Brother in law is a gas-lighter and I suspect a sociopath. 20 years of abuse overstepping/ignoring boundaries, denying, odd praise, ignoring/blanking me out, undermining my relationship with wife, passive aggression, snide comments and so much more. I lost my identity early on and gave in to the constant barrage of crap and I recognized it as crap from him but gave way fro the sake of my wife and the support and love that I wanted for her. The painful aspect of this was not only my loss of identity but that slowly my wife turned against me and pushed me away but I knew and know that she is as much a victim of his crap as I am and she bulldozed our marriage and didn't even realise it. The brother in law is exceptionally devious and works at a level you would be surprised at and is so subtle. I questioned myself for years and was suicidal and very depressed. I am still depressed but I find that going over it all again and again actually brings up more perspective and deeper understanding and the vantage point is always slightly different each time. I wish I could undo the loss of time but I cant and I find that very hard to accept. I find all this so hard to accept but I believe objective rationale is my friend. I also realise that my gut instincts are pretty infallible and now rely on this always. Open minded people will always be prey to sociopaths or similar because we are easy targets. Our best defense is awareness and avoidance. So thank you for you website and the awareness that it brings. Thanks

me

Saturday 27th of July 2019

The reason gaslighting seems so prevalent right now is because it is. The problem is that the increase in gaslighting is on the part of the established hierarchy, psychology included because their holes are increasingly showing. But bu all means make it a problem of isolated individuals and further suggest that said isolated individuals have no direct causal link to the establishment...which would then make you a victim blamer.
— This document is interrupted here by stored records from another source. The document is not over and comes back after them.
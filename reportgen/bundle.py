"""The archive bundle: one zip that holds everything needed to check a dossier and run it again.

``reportgen run MANIFEST --out DIR --bundle`` writes ``DIR/bundle.zip``::

    bundle.json                    what the bundle is: format, run id, where each input sits
    checksums.sha256               SHA-256 of every other entry (sha256sum format, sorted)
    environment.lock               every installed distribution, name==version, sorted
    results.json                   the run's results
    dossier.html, dossier.pdf      the renderings that were asked for
    inputs/<folder>/<manifest>     the manifest, byte for byte
    inputs/<folder>/<data path>    every data file, at its path relative to the manifest's folder
    snapshots/<dataset>.csv        the result of every server query (role ``server-query``), as hashed

``<folder>`` is empty when every data path stays inside the manifest's folder; when a path climbs
out of it (``../shared/rates.csv``), the snapshot keeps as many of the manifest folder's own names
as needed for the relative paths to resolve inside ``inputs/``. Absolute data paths cannot be
bundled (the snapshot could not be re-run without editing the manifest). A server query has no
file: its snapshot (the CSV whose SHA-256 results.json records as the input's) lets ``verify``
check it, and ``verify --recompute`` run the analysis again, without the server.

The zip is deterministic: entries sorted by name, every entry dated ``created`` (the run date,
from ``SOURCE_DATE_EPOCH`` when set, in UTC, to the even second below as the zip format
requires), mode 0644, deflate level 9, no comment and no extra fields.
``unzip bundle.zip && sha256sum -c checksums.sha256`` checks it without reportgen;
``reportgen verify bundle.zip`` also checks each snapshot against the hashes in results.json.
"""

from __future__ import annotations

import datetime
import io
import json
import posixpath
import zipfile
import zlib
from collections.abc import Mapping
from dataclasses import dataclass
from pathlib import Path, PurePosixPath
from typing import Any

from reportgen.errors import BundleInputError, Location, NotABundleError
from reportgen.manifest import Manifest
from reportgen.provenance import checksums_text, environment_lock, parse_checksums, sha256_bytes
from reportgen.results import SERVER_QUERY_ROLE
from reportgen.sources import resolve_data_path

#: The bundle's own description, and how to recognise a reportgen bundle.
INDEX_ENTRY = "bundle.json"
CHECKSUMS_ENTRY = "checksums.sha256"
LOCK_ENTRY = "environment.lock"
RESULTS_ENTRY = "results.json"
INPUTS_FOLDER = "inputs"
SNAPSHOTS_FOLDER = "snapshots"
BUNDLE_FORMAT = "reportgen-bundle"
BUNDLE_FORMAT_VERSION = 1
_ZIP_EPOCH = (1980, 1, 1, 0, 0, 0)  # the earliest date a zip entry can carry
_ENTRY_MODE = 0o100644


@dataclass(frozen=True, slots=True)
class Bundle:
    """A bundle as read: its index, its checksum listing and every entry's bytes."""

    path: Path
    index: Mapping[str, Any]
    entries: Mapping[str, bytes]
    damaged: tuple[str, ...] = ()  # entries whose bytes fail the zip's CRC check (left out of ``entries``)

    @property
    def document(self) -> dict[str, Any]:
        """The results document the bundle carries."""
        return json.loads(self.entries[RESULTS_ENTRY].decode("utf-8"))

    @property
    def checksums(self) -> dict[str, str] | None:
        """The listing in ``checksums.sha256`` (None if absent or unreadable)."""
        raw = self.entries.get(CHECKSUMS_ENTRY)
        if raw is None:
            return None
        try:
            return parse_checksums(raw.decode("utf-8"))
        except UnicodeDecodeError:
            return None

    @property
    def input_entries(self) -> dict[str, str]:
        """Input name → entry name, as the index records them."""
        return {str(item["name"]): str(item["entry"]) for item in self.index.get("inputs", [])}


def _safe_entry(name: str) -> bool:
    """Whether a zip entry name is a plain relative path that stays inside the bundle."""
    pure = PurePosixPath(name)
    return bool(name) and not pure.is_absolute() and ".." not in pure.parts and "\\" not in name \
        and ":" not in pure.parts[0]


def snapshot_entries(inputs: list[Mapping[str, Any]]) -> dict[str, str]:
    """The entry name of each input (by input name) inside the bundle: see the module docstring.

    Raises :class:`BundleInputError` for a data path that is absolute or climbs above the root folder.
    """
    manifest = next(entry for entry in inputs if entry["role"] == "manifest")
    folder_names = PurePosixPath(Path(str(manifest["path"])).parent.as_posix()).parts[1:]
    relative: dict[str, str] = {}
    servers: dict[str, str] = {}
    climb = 0
    for entry in inputs:
        if entry["role"] == SERVER_QUERY_ROLE:
            servers[str(entry["name"])] = f"{SNAPSHOTS_FOLDER}/{entry['name']}.csv"
            continue
        text = str(entry["relative_path"]).replace("\\", "/")
        if PurePosixPath(text).is_absolute():
            raise BundleInputError(
                problem=f"dataset '{entry['name']}' has the absolute path {text}, which a bundle cannot hold",
                location=Location(str(manifest["path"]), key_path=f"datasets.{entry['name']}.path"),
                remedy="write data paths relative to the manifest's folder, or run without --bundle")
        normal = posixpath.normpath(text)
        parts = PurePosixPath(normal).parts
        climb = max(climb, next((i for i, part in enumerate(parts) if part != ".."), len(parts)))
        relative[str(entry["name"])] = normal
    if climb > len(folder_names):
        raise BundleInputError(problem="a data path climbs above the root folder",
                               location=Location(str(manifest["path"])),
                               remedy="write data paths relative to the manifest's folder, or run without --bundle")
    kept = folder_names[len(folder_names) - climb:] if climb else ()
    base = PurePosixPath(INPUTS_FOLDER, *kept)
    return {**{name: posixpath.normpath(str(base / path)) for name, path in relative.items()}, **servers}


def check_bundle_inputs(manifest: Manifest) -> None:
    """Refuse, before any analysis, a data path that a bundle cannot hold; the error points at the manifest line."""
    inputs: list[dict[str, Any]] = [{"role": "manifest", "name": "manifest", "path": str(manifest.path),
                                     "relative_path": manifest.path.name}]
    inputs += [{"role": "data", "name": name, "relative_path": spec.path,
                "path": str(resolve_data_path(manifest.base_dir, spec.path, manifest.locate("datasets", name, "path")))}
               for name, spec in manifest.spec.datasets.items() if spec.path is not None]
    try:
        snapshot_entries(inputs)
    except BundleInputError as error:
        key_path = error.location.key_path if error.location is not None else None
        if key_path:
            where = manifest.locate(*key_path.split("."))
        else:
            first = next(iter(manifest.spec.datasets))
            where = manifest.locate("datasets", first, "path")
        raise BundleInputError(error.message, location=where, hint=error.hint) from None


def _zip_time(created: str) -> tuple[int, int, int, int, int, int]:
    """``created`` (ISO 8601, UTC) as a zip entry date: never before 1980, seconds rounded down to even.

    The zip format keeps seconds in units of two; rounding here states that rather than leaving it
    to the zip writer.
    """
    moment = datetime.datetime.fromisoformat(created.replace("Z", "+00:00")).astimezone(datetime.UTC)
    stamp = (moment.year, moment.month, moment.day, moment.hour, moment.minute, moment.second - moment.second % 2)
    return max(stamp, _ZIP_EPOCH)


def bundle_bytes(entries: Mapping[str, bytes], created: str) -> bytes:
    """A deterministic zip of ``entries``: sorted, dated ``created``, mode 0644, deflate level 9."""
    stamp = _zip_time(created)
    buffer = io.BytesIO()
    with zipfile.ZipFile(buffer, "w") as archive:
        for name in sorted(entries):
            info = zipfile.ZipInfo(name, date_time=stamp)
            info.compress_type = zipfile.ZIP_DEFLATED
            info.create_system = 3  # Unix, so the mode below is read as such
            info.external_attr = _ENTRY_MODE << 16
            archive.writestr(info, entries[name], compress_type=zipfile.ZIP_DEFLATED, compresslevel=9)
    return buffer.getvalue()


def write_bundle(target: Path, document: Mapping[str, Any], dossier_files: Mapping[str, Path],
                 manifest: Manifest, snapshots: Mapping[str, bytes] | None = None) -> Path:
    """Write the bundle of a run to ``target``.

    ``dossier_files`` are the files already written (results.json and the renderings, by name).
    Each data file is read again and must still have the SHA-256 that results.json records;
    the manifest's bytes are those that were analysed; ``snapshots`` holds the result of each
    server query as analysed (by dataset name), stored under ``snapshots/``.
    """
    inputs = list(document["inputs"])
    where = snapshot_entries(inputs)
    entries: dict[str, bytes] = {name: path.read_bytes() for name, path in dossier_files.items()}
    for entry in inputs:
        if entry["role"] == "manifest":
            content = manifest.raw
        elif entry["role"] == SERVER_QUERY_ROLE:
            recorded = (snapshots or {}).get(str(entry["name"]))
            if recorded is None:
                raise BundleInputError(problem=f"the result of the query of dataset '{entry['name']}' was not kept "
                                               "for the bundle", location=Location(str(manifest.path)),
                                       remedy="run again with --bundle")
            content = recorded
        else:
            try:
                content = Path(str(entry["path"])).read_bytes()
            except OSError as error:
                raise BundleInputError(problem=f"cannot read {entry['path']} for the bundle: {error.strerror}",
                                       location=Location(str(entry["path"])),
                                       remedy="check that the file is still there and readable") from None
        if sha256_bytes(content) != entry["sha256"]:
            raise BundleInputError(
                problem=f"{entry['path']} changed while reportgen ran; the bundle would not match results.json",
                location=Location(str(entry["path"])), remedy="run again once the file is final")
        entries[where[str(entry["name"])]] = content
    entries[LOCK_ENTRY] = environment_lock().encode("utf-8")
    index = {
        "format": BUNDLE_FORMAT,
        "format_version": BUNDLE_FORMAT_VERSION,
        "tool_version": document["tool_version"],
        "run_id": document["run_id"],
        "created": document["created"],
        "manifest": where["manifest"],
        "inputs": [{"role": entry["role"], "name": entry["name"], "relative_path": entry["relative_path"],
                    "entry": where[str(entry["name"])]} for entry in inputs],
        "dossier": sorted(dossier_files),
    }
    entries[INDEX_ENTRY] = (json.dumps(index, indent=2, ensure_ascii=False) + "\n").encode("utf-8")
    entries[CHECKSUMS_ENTRY] = checksums_text({name: sha256_bytes(content)
                                               for name, content in entries.items()}).encode("utf-8")
    target.write_bytes(bundle_bytes(entries, str(document["created"])))
    return target


def read_bundle(path: Path) -> Bundle:
    """Open a bundle and read every entry; a file that is not a reportgen bundle raises :class:`NotABundleError`."""
    where = Location(path)
    entries: dict[str, bytes] = {}
    damaged: list[str] = []
    try:
        with zipfile.ZipFile(path) as archive:
            for info in archive.infolist():
                if info.is_dir():
                    continue
                try:
                    entries[info.filename] = archive.read(info)
                except (zipfile.BadZipFile, zlib.error, EOFError):
                    damaged.append(info.filename)
    except (zipfile.BadZipFile, zipfile.LargeZipFile, EOFError) as error:
        raise NotABundleError(problem=f"{path} is not a zip file ({error})", location=where,
                              hint="name a dossier folder or the bundle.zip that 'reportgen run --bundle' wrote"
                              ) from None
    except OSError as error:
        raise NotABundleError(problem=f"cannot read {path}: {error.strerror or error}", location=where,
                              hint="check the file's permissions") from None
    essential = [name for name in (INDEX_ENTRY, RESULTS_ENTRY) if name in damaged]
    if essential:
        raise NotABundleError(problem=f"{path} is damaged: {' and '.join(essential)} fail(s) the zip's CRC check",
                              location=where, hint="the bundle was altered or its copy is corrupt; use another copy")
    if INDEX_ENTRY not in entries or RESULTS_ENTRY not in entries:
        raise NotABundleError(
            problem=f"{path} is a zip file but not a reportgen bundle (no {INDEX_ENTRY} or {RESULTS_ENTRY})",
            location=where)
    try:
        index = json.loads(entries[INDEX_ENTRY].decode("utf-8"))
        json.loads(entries[RESULTS_ENTRY].decode("utf-8"))
    except (UnicodeDecodeError, ValueError) as error:
        raise NotABundleError(problem=f"{path}: {INDEX_ENTRY} or {RESULTS_ENTRY} is not readable JSON ({error})",
                              location=where, hint="the bundle is damaged; use another copy") from None
    if not isinstance(index, dict) or index.get("format") != BUNDLE_FORMAT:
        raise NotABundleError(
            problem=f"{path} is a zip file but not a reportgen bundle ({INDEX_ENTRY} does not say so)",
            location=where)
    if index.get("format_version") != BUNDLE_FORMAT_VERSION:
        raise NotABundleError(problem=f"{path} is a bundle of format version {index.get('format_version')}; this "
                                      f"reportgen reads version {BUNDLE_FORMAT_VERSION}", location=where,
                              hint="verify it with the reportgen version that wrote it")
    for item in index.get("inputs", []):
        if not isinstance(item, dict) or not _safe_entry(str(item.get("entry", ""))):
            raise NotABundleError(problem=f"{path}: {INDEX_ENTRY} names an input entry outside the bundle: {item!r}",
                                  location=where, hint="the bundle is damaged or was altered; use another copy")
    return Bundle(path=path, index=index, entries=entries, damaged=tuple(damaged))


def extract_inputs(bundle: Bundle, folder: Path) -> Path | None:
    """Write the input snapshots into ``folder`` at their bundle paths; return the manifest's path there.

    Returns None when the bundle holds no manifest snapshot. Inputs absent from the bundle are skipped.
    """
    for entry in sorted(set(bundle.input_entries.values())):
        content = bundle.entries.get(entry)
        if content is None:
            continue
        target = folder.joinpath(*PurePosixPath(entry).parts)
        target.parent.mkdir(parents=True, exist_ok=True)
        target.write_bytes(content)
    manifest_entry = str(bundle.index.get("manifest", ""))
    if not _safe_entry(manifest_entry) or manifest_entry not in bundle.entries:
        return None
    return folder.joinpath(*PurePosixPath(manifest_entry).parts)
On a fun side note there are also a number of unkind terms for people who imagine they are being gaslit. Pop psychology is dangerous, though admittedly not more dangerous than that considered "professional and ethical". Hierarchy is dysfunctional on every face.

MarlieI

Saturday 27th of July 2019

I am so gaslight I even question whether or not I am the victim or perpetrator sometimes! I have a "bad memory" , am "stupid", and "overly sensitive", to name a few. What's more is I am disabled and physically dependent now. Tough position! Scared and feeling "nuts." Like I MUST be a bigger part of the problem . Oh I need help!